An illustrated tour of the structures and patterns we call "math" The only numbers in this book are the page numbers. Math Without Numbers is a vivid, conversational, and wholly original guide to the three main branches of abstract math—topology, analysis, and algebra—which turn out to be surprisingly easy to grasp. This book upends the conventional approach to math, inviting you to think creatively about shape and dimension, the infinite and infinitesimal, symmetries, proofs, and how these concepts all fit together. What awaits readers is a freewheeling tour of the inimitable joys and unsolved mysteries of this curiously powerful subject.
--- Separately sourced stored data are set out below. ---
package main

import (
	"context"
	"fmt"
	"io"
	"os"
	"path/filepath"
	"runtime"
	"runtime/metrics"
	"strconv"
	"strings"
	"testing"
	"time"

	"sepcost/templates"
)

// BenchmarkDemoWorkbook: the whole `sepcost demo` run, from the embedded
// scenario and prices to the workbook on disk.
func BenchmarkDemoWorkbook(b *testing.B) {
	dir := b.TempDir()
	out := filepath.Join(dir, "demo.xlsx")
	b.ReportAllocs()
	for b.Loop() {
		if err := run(context.Background(), []string{"demo", "-o", out, "--force"}, io.Discard, io.Discard); err != nil {
			b.Fatal(err)
		}
	}
}

// BenchmarkSweepMemory: `sepcost sweep` of the demo over 1,000 and 10,000
// masses (default draws) into a file of each format, reporting two
// measures of its peak memory: peak-heap-MB, the largest bytes in heap
// objects (live and not yet collected; runtime/metrics sampled every
// millisecond) while the command runs in this process, what the sweep and
// its writer hold without the runtime's own overhead; and peak-RSS-MB,
// the peak resident set of the same command run alone in a child process
// (its VmHWM, Linux only), runtime, garbage not yet returned to the system
// and the test binary included. Run with -benchtime 1x.
func BenchmarkSweepMemory(b *testing.B) {
	dir := b.TempDir()
	sc, pr := filepath.Join(dir, "scenario.yaml"), filepath.Join(dir, "prices.csv")
	if err := os.WriteFile(sc, templates.Scenario, 0o644); err != nil {
		b.Fatal(err)
	}
	if err := os.WriteFile(pr, templates.Prices, 0o644); err != nil {
		b.Fatal(err)
	}
	for _, n := range []int{1000, 10000} {
		for _, format := range []string{"xlsx", "json", "csv"} {
			b.Run(fmt.Sprintf("%s/masses=%d", format, n), func(b *testing.B) {
				out := filepath.Join(dir, "sweep."+format)
				args := []string{"sweep", sc, "--prices", pr, "--points", strconv.Itoa(n), "-o", out, "--force"}
				peak := 0.0
				for b.Loop() {
					runtime.GC()
					stop := samplePeakHeap()
					if err := run(context.Background(), args, io.Discard, io.Discard); err != nil {
						b.Fatal(err)
					}
					peak = max(peak, stop())
				}
				b.ReportMetric(peak/1e6, "peak-heap-MB")
				b.StopTimer()
				if rss, err := peakRSS(args); err != nil {
					b.Log(err)
				} else {
					b.ReportMetric(rss/1e6, "peak-RSS-MB")
				}
			})
		}
	}
}

// memoryArgsEnv carries the arguments of the command TestMemoryChild
// runs, joined by memoryArgsSep.
const (
	memoryArgsEnv = "SEPCOST_MEMORY_ARGS"
	memoryArgsSep = "\x1f"
)

// TestMemoryChild is the child process of BenchmarkSweepMemory's peak
// resident set (peakRSS): it runs the command its environment names,
// prints its own peak resident set and exits. Without that environment it
// does nothing.
func TestMemoryChild(t *testing.T) {
	args := os.Getenv(memoryArgsEnv)
	if args == "" {
		t.Skip("run by BenchmarkSweepMemory only")
	}
	if err := run(context.Background(), strings.Split(args, memoryArgsSep), io.Discard, io.Discard); err != nil {
		fmt.Println(err)
		os.Exit(1)
	}
	line, err := ownPeakRSS()
	if err != nil {
		fmt.Println(err)
		os.Exit(1)
	}
	fmt.Println(line)
	os.Exit(0)
}

// samplePeakHeap samples the bytes in heap objects every millisecond until
// the returned function is called, which gives the largest seen.
func samplePeakHeap() func() float64 {
	s := []metrics.Sample{{Name: "/memory/classes/heap/objects:bytes"}}
	done, result := make(chan struct{}), make(chan float64)
	go func() {
		peak := 0.0
		t := time.NewTicker(time.Millisecond)
		defer t.Stop()
		for {
			metrics.Read(s)
			peak = max(peak, float64(s[0].Value.Uint64()))
			select {
			case <-done:
				result <- peak
				return
			case <-t.C:
			}
		}
	}()
	return func() float64 {
		close(done)
		return <-result
	}
}
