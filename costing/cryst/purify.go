package cryst

// Stop says why the passes ended.
type Stop int

// Reasons the passes end.
const (
	Reached       Stop = iota // the target purity was reached
	NoCrystals                // the product stays in solution at the isolation temperature
	Stalled                   // a pass no longer raises the purity
	TooManyPasses             // the target needs more passes than allowed
)

// Outcome is the result of repeated passes.
type Outcome struct {
	Passes []PassResult
	Stop   Stop
	Purity float64 // purity of the last pass's crystals (the crude's if none ran)
}

// Purify runs passes on the crystals of the one before until the product
// mass fraction reaches target, at most maxPasses times. Each pass starts
// from the wet cake of the previous one; its retained liquid's solutes come
// along (PassResult.Out). The purity path does not depend on the batch
// mass: every quantity in a pass scales with the feed.
//
// A pass that does not raise the purity stops the series (Stalled): when
// the impurity's share exceeds the ratio of the two cold solubilities it
// co-crystallises in step with the product and further passes cannot purge
// it. A pass with no crystals stops it too (NoCrystals).
func Purify(p Pass, in Feed, target float64, maxPasses int) Outcome {
	return PurifyWith(func(Feed) Pass { return p }, in, target, maxPasses)
}

// PurifyWith is Purify with the conditions of each pass set from its feed
// (the vessel, and with it the cooling rate and the occluded liquor,
// depend on the amount charged).
func PurifyWith(setup func(Feed) Pass, in Feed, target float64, maxPasses int) Outcome {
	out := Outcome{Purity: in.Purity()}
	feed := in
	for k := 0; k < maxPasses; k++ {
		r := setup(feed).Run(feed)
		if r.Crystallised <= 0 {
			out.Stop = NoCrystals
			return out
		}
		out.Passes = append(out.Passes, r)
		pur := r.Out.Purity()
		if pur >= target {
			out.Purity, out.Stop = pur, Reached
			return out
		}
		if pur <= out.Purity*(1+1e-12) {
			out.Purity, out.Stop = pur, Stalled
			return out
		}
		out.Purity = pur
		feed = r.Out
	}
	out.Stop = TooManyPasses
	return out
}

// Yield is the product recovered over all passes per product charged.
func (o Outcome) Yield() float64 {
	if len(o.Passes) == 0 || o.Passes[0].In.Product <= 0 {
		return 0
	}
	return o.Passes[len(o.Passes)-1].Out.Product / o.Passes[0].In.Product
}
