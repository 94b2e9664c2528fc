package main

import (
	"bytes"
	"testing"

	"sepcost/costing/costingtest"
	"sepcost/scale"
	"sepcost/templates"
)

// Every writer writes the same bytes from a report that holds every
// result as from one that holds rows and recomputes the results
// (scale.Options.Hold): a sweep of 300 masses (three chunks of
// recomputation) and an estimate at three masses, each in JSON, CSV and
// text, the waste forecast included.
func TestWritersSameFromHeldAndRecomputed(t *testing.T) {
	t.Parallel()
	p, pt := costingtest.Plan(t, templates.Scenario, "scenario.yaml")
	masses, err := scale.LogSpace(1e-4, 10, 300)
	if err != nil {
		t.Fatal(err)
	}
	for _, c := range []struct {
		name   string
		masses []float64
		sweep  bool
	}{{"sweep", masses, true}, {"estimate", []float64{0.002, 0.05, 1}, false}} {
		reports := make([]*scale.Report, 2)
		for k, hold := range []int{len(c.masses), 1} {
			opt := scale.Options{Hold: hold, Seed: 1}
			if c.sweep {
				reports[k], err = scale.SweepWith(p, pt, c.masses, opt)
			} else {
				reports[k], err = scale.EstimateWith(p, pt, c.masses, opt)
			}
			if err != nil {
				t.Fatal(err)
			}
		}
		if reports[0].Results == nil || reports[1].Results != nil {
			t.Fatalf("%s: the first report must hold its results, the second not", c.name)
		}
		for _, kind := range []struct {
			name string
			rs   renderers[*scale.Report]
		}{{"report", reportRenderers}, {"waste", wasteRenderers}} {
			for f := range kind.rs {
				a, err := kind.rs.render(f, reports[0])
				if err != nil {
					t.Fatalf("%s %s %s: %v", c.name, kind.name, f, err)
				}
				b, err := kind.rs.render(f, reports[1])
				if err != nil {
					t.Fatalf("%s %s %s, recomputed: %v", c.name, kind.name, f, err)
				}
				if f == formatXLSX {
					continue // not the same bytes twice (zip times, map order): TestWorkbookSameFromHeldAndRecomputed compares the cells
				}
				if !bytes.Equal(a.Bytes(), b.Bytes()) || a.Len() == 0 {
					t.Errorf("%s %s %s: %d bytes held, %d recomputed, and they differ", c.name, kind.name, f, a.Len(), b.Len())
				}
			}
		}
	}
}
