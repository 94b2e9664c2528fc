package main

import (
	"context"
	"io"

	"github.com/spf13/cobra"

	"sepcost/scale"
)

type wasteOptions struct {
	scenario  string
	prices    string
	sheet     string
	masses    massList
	out       string
	format    string
	force     bool
	equipment string
}

func newWasteCommand() *cobra.Command {
	opts := &wasteOptions{}
	cmd := &cobra.Command{
		Use:   "waste SCENARIO",
		Short: "The waste forecast alone: one row per stream, with suggested codes",
		Long: `Writes every waste stream of every feasible method at each batch mass: class,
mass, volume, composition, disposal cost, and suggested waste codes from the
EU List of Waste and the US EPA spent-solvent and characteristic codes, with
the rule applied. Classification is decided by your site's EHS office under
local rules; the codes are suggestions to start from.`,
		Example: `  sepcost waste scenario.yaml --prices prices.csv --mass 2kg --format csv > waste.csv
  sepcost waste scenario.yaml --mass 20g,2kg -o waste.xlsx`,
		Args: oneFile("scenario file", "mycase/scenario.yaml --prices mycase/prices.csv"),
		RunE: func(cmd *cobra.Command, args []string) error {
			opts.scenario = args[0]
			return runWaste(cmd.Context(), opts, cmd.OutOrStdout(), cmd.ErrOrStderr())
		},
	}
	cmd.Flags().StringVar(&opts.prices, "prices", "", "price table, CSV or .xlsx (default: prices.csv beside the scenario)")
	addPricesSheetFlag(cmd, &opts.sheet)
	cmd.Flags().StringVar(&opts.equipment, "equipment", "", "site equipment table CSV (default: equipment.csv beside the scenario if there is one, else the built-in table)")
	cmd.Flags().Var(&opts.masses, "mass", `crude batch masses with units, e.g. "2kg" (default: the scenario's masses)`)
	addOutputFlags(cmd, &opts.out, &opts.format, &opts.force)
	return cmd
}

func runWaste(_ context.Context, opts *wasteOptions, stdout, stderr io.Writer) error {
	format, err := formatFor(opts.format, opts.out)
	if err != nil {
		return err
	}
	plan, t, err := loadPlan(opts.scenario, opts.prices, opts.sheet, opts.equipment)
	if err != nil {
		return err
	}
	masses := massesOr(opts.masses, plan.Scenario)
	r, err := scale.Estimate(plan, t, masses)
	if err != nil {
		return err
	}
	buf, err := wasteRenderers.render(format, r)
	if err != nil {
		return err
	}
	return writeOut(buf, opts.out, opts.force, stdout, stderr)
}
Like the classic math allegory Flatland, first published over a century ago, or Douglas Hofstadter's Godel, Escher, Bach forty years ago, there has never been a math book quite like Math Without Numbers. So many popularizations of math have dwelt on numbers like pi or zero or infinity. This book goes well beyond to questions such as: How many shapes are there? Is anything bigger than infinity? And is math even true? Milo Beckman shows why math is mostly just pattern recognition and how it keeps on surprising us with unexpected, useful connections to the real world. The ambitions of this book take a special kind of author. An inventive, original thinker pursuing his calling with jubilant passion. A prodigy. Milo Beckman completed the graduate-level course sequence in mathematics at age sixteen, when he was a sophomore at Harvard; while writing this book, he was studying the philosophical foundations of physics at Columbia under Brian Greene, among others.